Still a teen, Marta Kostyuk is playing in her fifth Grand Slam tournament, and in her Week 2 debut at a major she'll face quite a challenge: going up against defending French Open champion Iga Swiatek.

The 81st-ranked Kostyuk made it to the round of 16 at a Slam for the first time by eliminating Varvara Gracheva 6-1, 6-2 on Saturday.

Kostyuk was a junior Grand Slam champion who made her debut in the main draw at that level at age 15. Now, with her 19th birthday approaching on June 28 and three wins this week, Kostyuk has a different self-view.

“I’m not coming here as, like, a talented young girl, beating high-ranked players, higher-ranked players. I’m actually the one this time that is supposed to win,” Kostyuk said. “Honestly, in my head, I don’t feel like I’m in fourth round at all. It’s just another win for me. It’s just another match for me on Monday."

Not against just another opponent, however.

Swiatek erased an early 4-2 deficit and wound up defeating 30th-seeded Anett Kontaveir 7-6 (4), 6-0.

That means Swiatek has won 20 sets in a row at the French Open. Last year, she became the first woman since Justine Henin in 2007 to win the title without ceding a set.
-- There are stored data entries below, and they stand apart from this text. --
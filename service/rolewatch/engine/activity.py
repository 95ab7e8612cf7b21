"""Activity counts and counterparts: the plain numbers an analyst reads beside a role shift.

Everything here is computed with sparse matrix operations on a :class:`Snapshot`; the
previous snapshot is only used to tell which counterparts are new.
"""

from __future__ import annotations

from dataclasses import dataclass

import numpy as np
import scipy.sparse as sp

from rolewatch.engine.snapshot import Snapshot


@dataclass(frozen=True)
class Activity:
    """Per-node counts for one snapshot, in the snapshot's node order.

    Attributes
    ----------
    events_out, events_in : ndarray of int
        Events the account sent / received.
    counterparts : ndarray of int
        Distinct accounts it interacted with, in either direction.
    new_counterparts : ndarray of int
        Counterparts it had no interaction with in the previous snapshot (all of them when
        no previous snapshot is given).
    """

    events_out: np.ndarray
    events_in: np.ndarray
    counterparts: np.ndarray
    new_counterparts: np.ndarray

    @property
    def events(self) -> np.ndarray:
        return self.events_out + self.events_in


def _undirected_pattern(snapshot: Snapshot) -> sp.csr_matrix:
    pattern = (snapshot.counts != 0).astype(np.int8)
    both = (pattern + pattern.T).tocsr()
    both.data[:] = 1
    return both


def _pattern_in_node_space(previous: Snapshot, current: Snapshot) -> sp.csr_matrix:
    """The previous snapshot's undirected ties, re-indexed onto ``current``'s nodes."""
    mapping = current.index_of(previous.nodes)
    prev = _undirected_pattern(previous).tocoo()
    rows, cols = mapping[prev.row], mapping[prev.col]
    keep = (rows >= 0) & (cols >= 0)
    n = current.n_nodes
    return sp.csr_matrix(
        (np.ones(int(keep.sum()), dtype=np.int8), (rows[keep], cols[keep])), shape=(n, n)
    )


def activity_counts(snapshot: Snapshot, previous: Snapshot | None = None) -> Activity:
    """Events out/in, distinct counterparts and new counterparts for every node."""
    events_out = np.asarray(snapshot.counts.sum(axis=1)).ravel().round().astype(np.int64)
    events_in = np.asarray(snapshot.counts.sum(axis=0)).ravel().round().astype(np.int64)
    current = _undirected_pattern(snapshot)
    counterparts = np.diff(current.indptr).astype(np.int64)
    if previous is None or previous.n_nodes == 0:
        new = counterparts.copy()
    else:
        known = current.multiply(_pattern_in_node_space(previous, snapshot)).tocsr()
        known.eliminate_zeros()
        new = counterparts - np.diff(known.indptr)
    return Activity(events_out, events_in, counterparts, new)


def top_counterparts(
    snapshot: Snapshot, row: int, previous: Snapshot | None = None, *, top: int = 10
) -> list[dict]:
    """The accounts ``row`` dealt with most in this snapshot, by event count then weight.

    Each entry: ``{"account", "direction" (out|in|both), "events", "weight", "new"}``.
    """
    out_counts = snapshot.counts.getrow(row)
    in_counts = snapshot.counts.getcol(row).T.tocsr()
    out_weights = snapshot.weights.getrow(row)
    in_weights = snapshot.weights.getcol(row).T.tocsr()
    total_counts = (out_counts + in_counts).tocsr()
    if total_counts.nnz == 0:
        return []
    total_weights = (out_weights + in_weights).toarray().ravel()
    columns = total_counts.indices
    counts = total_counts.data
    order = np.lexsort((-total_weights[columns], -counts))[:top]
    previous_ids: set = set()
    if previous is not None and previous.n_nodes:
        account = snapshot.nodes[row]
        prev_row = previous.index_of([account])[0]
        if prev_row >= 0:
            prev_pattern = _undirected_pattern(previous).getrow(prev_row)
            previous_ids = set(previous.nodes[prev_pattern.indices].tolist())
    out_dense = out_counts.toarray().ravel()
    in_dense = in_counts.toarray().ravel()
    result = []
    for position in order:
        column = int(columns[position])
        sends, receives = out_dense[column] > 0, in_dense[column] > 0
        direction = "both" if sends and receives else ("out" if sends else "in")
        account = str(snapshot.nodes[column])
        result.append(
            {
                "account": account,
                "direction": direction,
                "events": int(round(counts[position])),
                "weight": float(total_weights[column]),
                "new": previous is not None and account not in previous_ids,
            }
        )
    return result
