def _notable(names: Sequence[str], lr_row: np.ndarray) -> list[tuple[float, str]]:
    found = []
    for j, m in enumerate(names):
        if m not in _PHRASES:
            continue
        high, low = (0.4, -0.4) if m == "out_share" else (_HIGH, _LOW)
        if lr_row[j] >= high:
            found.append((abs(lr_row[j]) + (0.01 if m == "out_share" else 0), _PHRASES[m][0]))
        elif lr_row[j] <= low:
            found.append((abs(lr_row[j]) + (0.01 if m == "out_share" else 0), _PHRASES[m][1]))
    found.sort(key=lambda x: -x[0])
    return found


def _describe(names: Sequence[str], lr_row: np.ndarray, max_phrases: int) -> str:
    found = _notable(names, lr_row)
    if not found:
        return "close to the population average on every measure"
    return ", ".join(p for _, p in found[:max_phrases])


def _names(names: Sequence[str], lr: np.ndarray) -> list[str]:
    """First archetype (in priority order) whose every condition holds clearly."""
    index = {m: j for j, m in enumerate(names)}
    k = lr.shape[0]
    best, scores = [], []
    for r in range(k):
        top, top_score = "mixed participant", 0.0
        for arch, wants in _ARCHETYPES.items():
            if not all(m in index for m in wants):
                continue
            score = min(sign * lr[r, index[m]] for m, sign in wants.items())
            if score >= _ARCHETYPE_MIN:
                top, top_score = arch, float(score)
                break
        best.append(top)
        scores.append(top_score)
    final = list(best)
    for name in set(best):
        holders = [r for r in range(k) if best[r] == name]
        if len(holders) < 2:
            continue
        holders.sort(key=lambda r: -scores[r])
        for r in holders[1:]:
            extra = next((p for _, p in _notable(names, lr[r]) if p not in name), None)
            final[r] = f"{name}, {extra}" if extra else name
    seen: dict[str, int] = {}
    for r in range(k):
        seen[final[r]] = seen.get(final[r], 0) + 1
        if seen[final[r]] > 1:
            final[r] = f"{final[r]} ({seen[final[r]]})"
    return final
Diego Schwartzman is strolling through this year's French Open, on and off the court.

The 10th-seeded Argentine has yet to drop a set. An added bonus is that he can walk around Paris for a bit on days when he doesn't have a match.

“It’s a very special place for me and I’m very happy to be back, playing my best tennis again and with a crowd," 2020 Roland Garros semifinalist Schwartzman said after beating Philipp Kohlschreiber 6-4, 6-2, 6-1 on Saturday. “Last year was my best tournament here and not many people could come. I’m happy to play with a lot of people this week.”

Last year, players had to stay in their hotels before and after matches or practice because of coronavirus rules. No hanging out — at all.

At least now, they're allotted an hour a day to see the city. Which might not seem like a lot, but it's a big change from the last trip to the clay-court Grand Slam tournament.

So Schwartzman keeps looking forward to those chances to “walk around Paris a bit in the afternoon."


AP Tennis Writer Howard Fendrich in Washington contributed.